For this research, we are relying on the work of other scientists. In many cases, that work is shared freely among researchers as preprints, or articles that have not yet been through the peer-review process. Under the traditional publishing model, it can take upward of a year and a half until an article is peer reviewed and published. And when it is made available, it’s locked behind a paywall. If we had to wait for the peer-review process to run its course, vital information about the virus would just now be seeing the light of day.

Scientific publishers have gotten in on the act, too. Recognizing the need to let knowledge fly free, they have temporarily lifted their paywalls to COVID-19 research.

With information that is both fast and free, scientists can more effectively prioritize -- focusing on the pressing questions that remain unanswered. We can draw from a pool of collective knowledge, examining and building on other scholars’ research using our own distinct sets of expertise.

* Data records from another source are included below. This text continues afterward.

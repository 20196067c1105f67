"""Isothermal vapour-liquid flash and pure-component saturation pressure with Peng-Robinson.

:func:`flash_tp` splits a feed of mole fractions z at temperature T and pressure P into a vapour
of composition y and a liquid of composition x, with vapour fraction beta (moles of vapour per
mole of feed), so that

.. math::

    z_i = \\beta y_i + (1-\\beta) x_i, \\qquad y_i = K_i x_i, \\qquad
    \\ln K_i = \\ln\\phi_i^L(T, P, x) - \\ln\\phi_i^V(T, P, y),

with the Peng-Robinson fugacity coefficients of :mod:`teakit.thermo.peng_robinson` (liquid root
for x, vapour root for y). Every function is vectorised over a batch of states; there is no
Python loop over batch members, only over iterations, on the members still active.

Algorithm of :func:`flash_tp`
-----------------------------
1. Initial K from the Wilson (1968) correlation,
   :math:`\\ln K_i = \\ln(P_{c,i}/P) + 5.373 (1+\\omega_i)(1 - T_{c,i}/T)`
   (classical critical constants, also for H2).
2. Successive substitution on ln K (Michelsen, Fluid Phase Equilib. 9, 21 (1982)). Each step
   solves the Rachford-Rice equation (Rachford & Rice, J. Pet. Technol. 4(10), 19 (1952))

   .. math::  g(\\beta) = \\sum_i \\frac{z_i (K_i - 1)}{1 + \\beta (K_i - 1)} = 0

   per member by Newton's method safeguarded by bisection inside the bracket between its poles
   :math:`1/(1-K_{max}) < \\beta < 1/(1-K_{min})` (at most :data:`RR_MAX_ITER` steps), i.e. as a
   *negative flash* (Whitson & Michelsen, Fluid Phase Equilib. 53, 51 (1989), citation from
   memory): beta may leave [0, 1] while iterating, which lets the iteration cross the phase
   boundary smoothly. Where the K of the species present are all above 1 (all below 1) beta is
   held at 1 (0) for that step.
   Every :data:`GDEM_EVERY`-th step is extrapolated along the dominant eigenvalue of the
   iteration (Crowe & Nishio, AIChE J. 21, 528 (1975), citation from memory),
   :math:`\\ln K \\leftarrow \\ln K + \\Delta\\lambda/(1-\\lambda)` with
   :math:`\\lambda = \\Delta\\cdot\\Delta / \\Delta_{prev}\\cdot\\Delta`, but only where the last
   three steps are aligned (cosines > 0.999), two successive estimates of lambda agree within 2 %
   and 0 < lambda < 0.97: near a critical point an extrapolation along a mixed mode would stall
   the iteration. At most ``max_iter`` steps; convergence when
   :math:`\\max_i |\\Delta \\ln K_i| <` ``tol`` over the species present.
3. Members that converge with beta strictly inside (0, 1) and K away from 1 are two-phase. The
   others (beta <= 0, beta >= 1, K approaching the trivial solution K = 1, or no convergence
   within ``max_iter``) get the tangent-plane stability test of Michelsen, Fluid Phase Equilib.
   9, 1 (1982): a vapour-like (W = z K) and a liquid-like (W = z / K) trial phase from the Wilson
   K, iterated side by side by successive substitution on ln W (same extrapolation) with the
   lower-Gibbs-energy root, at most :data:`STABILITY_MAX_ITER` steps. A member is unstable as soon
   as a trial reaches a negative modified tangent-plane distance
   :math:`tm = 1 + \\sum_i W_i (\\ln W_i + \\ln\\phi_i(w) - \\ln z_i - \\ln\\phi_i(z) - 1)`
   (or converges with sum W > 1); it is then flashed again from that trial's K. A member whose
   trials both reach the trivial solution or a stationary point with tm >= 0 is one stable phase.
4. A stable single phase is reported with beta exactly 1 (``phases == 1``, vapour) or exactly 0
   (``phases == 0``, liquid), and ``x = y = z``, ``K = 1``. Its label: the side of the negative
   flash (beta >= 1 vapour, beta <= 0 liquid) where the substitution converged to a non-trivial
   solution; otherwise (trivial solution, e.g. a supercritical fluid, or no convergence) the
   reduced volume v/b of the lower-Gibbs-energy root decides, liquid below its value at the
   Peng-Robinson critical point, Z_c/Omega_b = 0.30740/0.07780 = 3.951 - a naming convention.

Any member that does not converge within its bound raises
:class:`~teakit.errors.ConvergenceError` naming it, with the members of every block.

Implementation and speed
------------------------
Inside the solver per-species arrays are species-major, (nc, N): numpy reduces over a short last
axis several times more slowly than over rows. The Peng-Robinson fugacity coefficients are those
of :func:`teakit.thermo.peng_robinson.pr_mixture`, re-evaluated by a private evaluator that
computes the pure-component parameters once per flash and solves the liquid and vapour cubics of
a step together (tests/test_flash.py checks it against ``pr_state`` to 1e-11). Batches larger
than :data:`CHUNK` are flashed in blocks of that size. Measured when written, on one core of the
development machine (noisy, shared): 10^4 separator states of the test batch in 80-125 ms
(about 12 substitution steps each), 10^3 in 10-20 ms, 10^5 in 0.75-1.2 s.

Limitations
-----------
Caution: separator compositions and liquid flows computed here set the toxic liquid-ammonia
inventory of a loop; they are preliminary estimates, not a hazard assessment, and the
applicable codes, local regulations and licensed engineers govern the design.

Only vapour-liquid equilibrium: a feed that splits into two liquids, or lies near a mixture
critical point or limit of stability where successive substitution stalls, raises
ConvergenceError (no Newton stage). With zero k_ij, Peng-Robinson predicts spurious liquid-liquid
splits for aqueous mixtures (NH3-H2O) and for mixtures far below the triple points of their heavy
species; such states end in that error too.

The solubility of H2, N2, Ar and CH4 in liquid ammonia - and hence the dissolved-gas losses of an
ammonia separator and the composition of the let-down gas - depends strongly on the NH3-gas
interaction parameters k_ij. No verified published Peng-Robinson k_ij for NH3 with H2, N2, Ar or
CH4 was found, so ``data/pr_kij.csv`` leaves them at zero and the computed solubilities are
uncertain; pass ``kij`` (a matrix or a dict of pairs) to study their effect. The NH3 content of
the separator vapour is dominated by the NH3 vapour pressure and much less sensitive: at 200 bar
and -10 degC, k_ij = 0.1 for every NH3-gas pair lowers the vapour NH3 from 3.19 to 2.96 mol % but
the dissolved gas from 1.89 to 1.18 mol %. The residual enthalpy with the quantum-corrected H2
constants neglects their temperature dependence (see :mod:`teakit.thermo.peng_robinson`).
"""

from __future__ import annotations

from dataclasses import dataclass

import numpy as np

from teakit.errors import ConvergenceError, InputError
from teakit.thermo.ideal_gas import h_RT
from teakit.thermo.peng_robinson import kij_array, pr_mixture, pure_parameters
from teakit.thermo.species import R, SpeciesSet, species_set
from teakit.validation import (
    check_composition,
    check_positive,
    check_range,
    check_scalar,
)

__all__ = [
    "FlashEnthalpy",
    "FlashResult",
    "condenses",
    "flash_enthalpy",
    "flash_tp",
    "saturation_pressure",
]

#: Temperature range accepted by the flash [K]; 20 K is about the normal boiling point of H2.
T_MIN, T_MAX = 20.0, 2000.0
#: Pressure range accepted by the flash [Pa] (1 Pa to 10 kbar).
P_MIN, P_MAX = 1.0, 1.0e9
#: Default bound on successive-substitution steps of the flash [-].
MAX_ITER = 200
#: Default convergence tolerance on max |delta ln K| [-].
TOL = 1e-10
#: Bound on Newton/bisection steps of one Rachford-Rice solve [-].
RR_MAX_ITER = 100
#: Bound on successive-substitution steps of one stability-test trial phase [-].
STABILITY_MAX_ITER = 1000
#: Dominant-eigenvalue extrapolation every this many substitution steps [-].
GDEM_EVERY = 4
#: Batch members flashed together; larger batches run in blocks of this size, which keeps the
#: working arrays in cache (about 2.5 times faster per state at 1e5 states than one block) [-].
CHUNK = 8192
#: Bound on Newton/bisection steps of :func:`saturation_pressure` [-].
PSAT_MAX_ITER = 100

_POLISH_STEPS = 2
_TRIVIAL = 1e-4  # max |ln K| below which the flash is taken to approach the trivial solution
_VB_CRIT = 0.30740 / 0.07780  # v/b at the Peng-Robinson critical point
_SAT_TR_MIN = 0.3  # lowest reduced temperature accepted by saturation_pressure


@dataclass(frozen=True)
class FlashResult:
    """Result of :func:`flash_tp`; arrays have the broadcast shape of (T, P, z[..., 0]).

    Attributes
    ----------
    beta : float or ndarray
        Vapour fraction, moles of vapour per mole of feed; exactly 0 or 1 for one phase [-].
    x : ndarray (..., nc)
        Liquid mole fractions; equal to z for a single-phase member [-].
    y : ndarray (..., nc)
        Vapour mole fractions; equal to z for a single-phase member [-].
    K : ndarray (..., nc)
        Equilibrium ratios y_i / x_i; for two-phase members also for species absent from the
        feed (their infinite-dilution value phi_i^L / phi_i^V); 1 for a single-phase member [-].
    phases : int or ndarray of int
        0 liquid only, 1 vapour only, 2 vapour and liquid [-].
    iterations : int or ndarray of int
        Successive-substitution steps spent on the member, including any second flash after
        the stability test (stability-test steps not counted) [-].
    """

    beta: float | np.ndarray
    x: np.ndarray
    y: np.ndarray
    K: np.ndarray
    phases: int | np.ndarray
    iterations: int | np.ndarray


@dataclass(frozen=True)
class FlashEnthalpy:
    """Molar enthalpies of the phases of a flash, formation basis (see :func:`flash_enthalpy`).

    Attributes
    ----------
    h_liquid : float or ndarray
        Enthalpy per mole of liquid [J/mol].
    h_vapour : float or ndarray
        Enthalpy per mole of vapour [J/mol].
    h : float or ndarray
        Enthalpy per mole of feed, beta h_vapour + (1 - beta) h_liquid [J/mol].
    """

    h_liquid: float | np.ndarray
    h_vapour: float | np.ndarray
    h: float | np.ndarray


# ---------------------------------------------------------------------------------------------
# Argument checks


def _resolve_species(species) -> SpeciesSet:
    if isinstance(species, SpeciesSet):
        return species
    return species_set(species)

Opening the floodgates to information is about equity, too. Through my institution, I can get my hands on most of the research I need. But not everyone is so lucky. Think of physicians in private practice who can’t afford hefty subscription costs to access the latest information on cancer therapies, or underresourced researchers in parts of the world that are disproportionately impacted by diseases such as malaria and tuberculosis.

No one scientist can be an expert in everything. But every scientist is an expert in something. When scientific research is free for everyone, as we’ve seen during the COVID-19 pandemic, researchers of all kinds -- with expertise in epidemiology, immunology, public health and a host of other disciplines -- can shine light on the many facets of a health crisis. The more minds we have focused on a common challenge, the faster we can overcome it, and the better off we’ll all be.

COVID-19 is hardly the only killer on the loose. Imagine how different things would look if open access were the status quo not just during this unprecedented time, but also as we continue to fight the scourges of influenza, AIDS, cancer, heart disease and many other public health concerns.

UC’s deal with Elsevier is a monumental step. But if we want scientific discoveries to flourish, we need to push open access as far as it can go. Inspired by UC’s victory and others, universities and institutions across the world can -- and must -- stand up to publishers and strike transformative open-access deals of their own. No one person, or one institution, can do it alone: we all play a part in getting us closer to a world where open access is not the exception but the norm. The agreement with Elsevier has shown us that a large-scale shift is possible.

UC has dislodged the biggest brick in the paywall. Let’s not stop until the rest are scattered and crumble.